• **Dataset records**
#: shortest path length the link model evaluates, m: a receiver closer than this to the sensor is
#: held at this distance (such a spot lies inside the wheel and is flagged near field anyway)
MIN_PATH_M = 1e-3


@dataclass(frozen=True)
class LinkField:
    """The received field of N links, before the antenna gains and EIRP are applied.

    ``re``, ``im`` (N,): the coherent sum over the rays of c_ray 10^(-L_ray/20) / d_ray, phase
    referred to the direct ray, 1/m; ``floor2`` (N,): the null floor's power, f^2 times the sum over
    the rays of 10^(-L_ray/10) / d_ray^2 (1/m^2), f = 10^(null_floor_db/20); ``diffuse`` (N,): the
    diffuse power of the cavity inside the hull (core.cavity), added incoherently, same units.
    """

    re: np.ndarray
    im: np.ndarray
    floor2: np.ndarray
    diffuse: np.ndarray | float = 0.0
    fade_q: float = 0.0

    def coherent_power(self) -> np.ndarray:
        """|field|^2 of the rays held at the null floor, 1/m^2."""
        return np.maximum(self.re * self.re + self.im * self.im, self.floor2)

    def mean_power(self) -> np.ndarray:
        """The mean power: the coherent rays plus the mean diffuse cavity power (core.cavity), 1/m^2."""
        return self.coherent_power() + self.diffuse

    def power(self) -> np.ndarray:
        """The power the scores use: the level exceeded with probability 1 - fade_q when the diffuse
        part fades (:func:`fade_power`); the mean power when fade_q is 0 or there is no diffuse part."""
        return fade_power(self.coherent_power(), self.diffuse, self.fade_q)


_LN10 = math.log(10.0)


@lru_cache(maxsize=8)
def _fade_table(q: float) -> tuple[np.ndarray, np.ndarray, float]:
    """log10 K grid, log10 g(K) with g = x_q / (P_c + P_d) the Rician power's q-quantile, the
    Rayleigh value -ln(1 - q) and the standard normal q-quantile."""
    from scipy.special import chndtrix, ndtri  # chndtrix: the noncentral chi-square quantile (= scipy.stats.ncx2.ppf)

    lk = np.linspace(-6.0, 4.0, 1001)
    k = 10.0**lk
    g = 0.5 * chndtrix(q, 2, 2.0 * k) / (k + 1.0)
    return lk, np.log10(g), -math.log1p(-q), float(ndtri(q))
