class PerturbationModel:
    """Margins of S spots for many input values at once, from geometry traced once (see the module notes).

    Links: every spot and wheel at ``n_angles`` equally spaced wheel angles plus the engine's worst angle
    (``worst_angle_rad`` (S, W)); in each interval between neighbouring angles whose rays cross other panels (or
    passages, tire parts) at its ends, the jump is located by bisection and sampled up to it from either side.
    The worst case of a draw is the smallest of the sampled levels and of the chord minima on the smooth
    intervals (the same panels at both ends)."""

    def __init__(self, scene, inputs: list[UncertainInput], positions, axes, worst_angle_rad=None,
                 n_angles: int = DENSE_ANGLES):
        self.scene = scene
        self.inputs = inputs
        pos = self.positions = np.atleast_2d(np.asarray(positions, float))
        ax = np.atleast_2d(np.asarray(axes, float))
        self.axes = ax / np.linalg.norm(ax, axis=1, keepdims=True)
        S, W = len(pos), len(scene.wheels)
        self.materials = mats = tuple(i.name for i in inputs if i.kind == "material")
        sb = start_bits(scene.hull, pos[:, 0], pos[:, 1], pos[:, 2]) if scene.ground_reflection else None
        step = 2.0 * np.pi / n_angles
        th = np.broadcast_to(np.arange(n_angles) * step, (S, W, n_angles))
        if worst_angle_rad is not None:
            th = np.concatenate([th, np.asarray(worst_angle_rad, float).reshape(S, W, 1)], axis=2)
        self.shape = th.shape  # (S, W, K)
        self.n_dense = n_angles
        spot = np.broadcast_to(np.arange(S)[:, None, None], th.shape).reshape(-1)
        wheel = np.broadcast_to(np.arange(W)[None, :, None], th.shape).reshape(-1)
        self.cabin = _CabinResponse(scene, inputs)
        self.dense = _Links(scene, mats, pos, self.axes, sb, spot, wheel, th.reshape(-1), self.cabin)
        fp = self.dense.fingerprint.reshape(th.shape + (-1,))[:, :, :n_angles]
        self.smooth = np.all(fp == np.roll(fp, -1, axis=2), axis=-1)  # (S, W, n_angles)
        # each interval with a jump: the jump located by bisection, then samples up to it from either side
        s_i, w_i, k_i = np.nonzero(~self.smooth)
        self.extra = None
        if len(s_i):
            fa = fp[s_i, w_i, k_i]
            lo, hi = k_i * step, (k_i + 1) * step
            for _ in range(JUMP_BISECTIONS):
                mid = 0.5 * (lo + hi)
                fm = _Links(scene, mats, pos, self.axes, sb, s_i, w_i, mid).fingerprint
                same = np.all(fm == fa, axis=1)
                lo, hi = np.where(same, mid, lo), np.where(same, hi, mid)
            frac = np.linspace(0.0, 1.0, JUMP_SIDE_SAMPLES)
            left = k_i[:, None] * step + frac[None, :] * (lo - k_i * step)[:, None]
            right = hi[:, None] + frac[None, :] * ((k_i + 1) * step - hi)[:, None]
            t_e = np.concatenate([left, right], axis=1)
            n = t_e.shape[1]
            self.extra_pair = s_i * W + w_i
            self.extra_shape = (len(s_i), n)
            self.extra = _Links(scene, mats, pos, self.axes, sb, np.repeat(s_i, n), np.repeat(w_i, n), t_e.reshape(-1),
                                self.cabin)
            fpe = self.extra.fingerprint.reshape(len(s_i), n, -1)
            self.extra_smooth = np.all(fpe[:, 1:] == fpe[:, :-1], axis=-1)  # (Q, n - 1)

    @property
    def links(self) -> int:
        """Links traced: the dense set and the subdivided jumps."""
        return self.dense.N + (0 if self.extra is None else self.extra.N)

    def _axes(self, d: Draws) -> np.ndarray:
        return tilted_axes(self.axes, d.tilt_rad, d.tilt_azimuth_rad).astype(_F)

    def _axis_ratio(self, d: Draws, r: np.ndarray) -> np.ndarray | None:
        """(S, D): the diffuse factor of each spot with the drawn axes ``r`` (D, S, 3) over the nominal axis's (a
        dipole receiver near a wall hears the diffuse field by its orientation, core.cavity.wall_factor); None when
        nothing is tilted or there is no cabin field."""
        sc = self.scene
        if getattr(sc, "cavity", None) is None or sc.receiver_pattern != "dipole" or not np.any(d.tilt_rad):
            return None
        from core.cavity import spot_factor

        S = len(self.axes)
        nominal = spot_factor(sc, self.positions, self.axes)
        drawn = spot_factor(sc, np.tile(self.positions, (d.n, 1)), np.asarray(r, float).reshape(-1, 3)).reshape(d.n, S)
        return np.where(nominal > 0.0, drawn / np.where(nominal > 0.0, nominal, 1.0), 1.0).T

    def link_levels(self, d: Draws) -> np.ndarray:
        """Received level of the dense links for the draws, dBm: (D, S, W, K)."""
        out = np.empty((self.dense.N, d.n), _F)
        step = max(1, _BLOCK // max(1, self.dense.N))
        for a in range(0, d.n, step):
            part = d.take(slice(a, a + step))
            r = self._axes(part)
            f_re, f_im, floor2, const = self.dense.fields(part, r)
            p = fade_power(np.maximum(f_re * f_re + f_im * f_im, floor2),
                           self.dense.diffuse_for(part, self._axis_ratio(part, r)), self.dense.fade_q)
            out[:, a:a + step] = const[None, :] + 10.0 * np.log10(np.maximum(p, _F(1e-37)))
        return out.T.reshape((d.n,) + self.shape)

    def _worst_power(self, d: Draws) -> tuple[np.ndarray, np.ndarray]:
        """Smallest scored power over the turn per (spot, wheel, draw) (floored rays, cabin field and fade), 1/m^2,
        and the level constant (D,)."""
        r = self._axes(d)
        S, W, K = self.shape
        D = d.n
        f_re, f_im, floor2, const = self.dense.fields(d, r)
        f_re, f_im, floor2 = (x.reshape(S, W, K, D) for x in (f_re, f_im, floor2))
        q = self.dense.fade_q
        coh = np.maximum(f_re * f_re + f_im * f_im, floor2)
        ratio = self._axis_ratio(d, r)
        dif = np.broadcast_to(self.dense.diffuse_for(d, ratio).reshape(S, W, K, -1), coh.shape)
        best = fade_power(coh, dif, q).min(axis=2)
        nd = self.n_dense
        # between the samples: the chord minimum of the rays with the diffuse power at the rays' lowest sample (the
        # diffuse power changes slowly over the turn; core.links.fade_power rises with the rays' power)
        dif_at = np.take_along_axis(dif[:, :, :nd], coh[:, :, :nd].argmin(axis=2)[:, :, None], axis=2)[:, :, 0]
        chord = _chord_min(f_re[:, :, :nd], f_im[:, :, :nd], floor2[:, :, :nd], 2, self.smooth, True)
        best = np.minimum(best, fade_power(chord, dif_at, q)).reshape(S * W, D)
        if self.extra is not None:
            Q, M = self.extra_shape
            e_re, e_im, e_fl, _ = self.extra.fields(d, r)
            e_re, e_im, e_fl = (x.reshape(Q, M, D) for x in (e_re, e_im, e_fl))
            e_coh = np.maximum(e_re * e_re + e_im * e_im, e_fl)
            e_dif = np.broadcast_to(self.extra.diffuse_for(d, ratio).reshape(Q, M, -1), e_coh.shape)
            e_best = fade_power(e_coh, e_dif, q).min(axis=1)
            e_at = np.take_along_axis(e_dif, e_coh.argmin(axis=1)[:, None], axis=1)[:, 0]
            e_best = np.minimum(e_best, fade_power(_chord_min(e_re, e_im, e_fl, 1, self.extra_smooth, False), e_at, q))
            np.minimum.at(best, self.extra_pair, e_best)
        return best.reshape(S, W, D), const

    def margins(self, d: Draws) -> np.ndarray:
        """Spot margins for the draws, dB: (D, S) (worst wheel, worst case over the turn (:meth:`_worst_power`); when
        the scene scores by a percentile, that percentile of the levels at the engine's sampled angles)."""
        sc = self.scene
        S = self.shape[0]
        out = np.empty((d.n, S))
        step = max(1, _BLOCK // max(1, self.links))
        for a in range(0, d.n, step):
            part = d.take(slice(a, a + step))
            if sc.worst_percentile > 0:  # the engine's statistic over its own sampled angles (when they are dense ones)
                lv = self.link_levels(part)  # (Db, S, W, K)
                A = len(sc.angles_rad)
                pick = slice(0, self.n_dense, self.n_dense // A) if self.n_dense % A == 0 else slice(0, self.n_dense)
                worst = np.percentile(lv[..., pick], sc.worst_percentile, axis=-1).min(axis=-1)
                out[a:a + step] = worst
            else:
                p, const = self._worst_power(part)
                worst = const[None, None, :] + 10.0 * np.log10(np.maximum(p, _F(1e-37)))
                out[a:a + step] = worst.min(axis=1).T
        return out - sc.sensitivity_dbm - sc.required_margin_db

• **Task statement**
Where a line of the records holds the word "this", copy that line.

• **Exercise output**
#: shortest path length the link model evaluates, m: a receiver closer than this to the sensor is
#: held at this distance (such a spot lies inside the wheel and is flagged near field anyway)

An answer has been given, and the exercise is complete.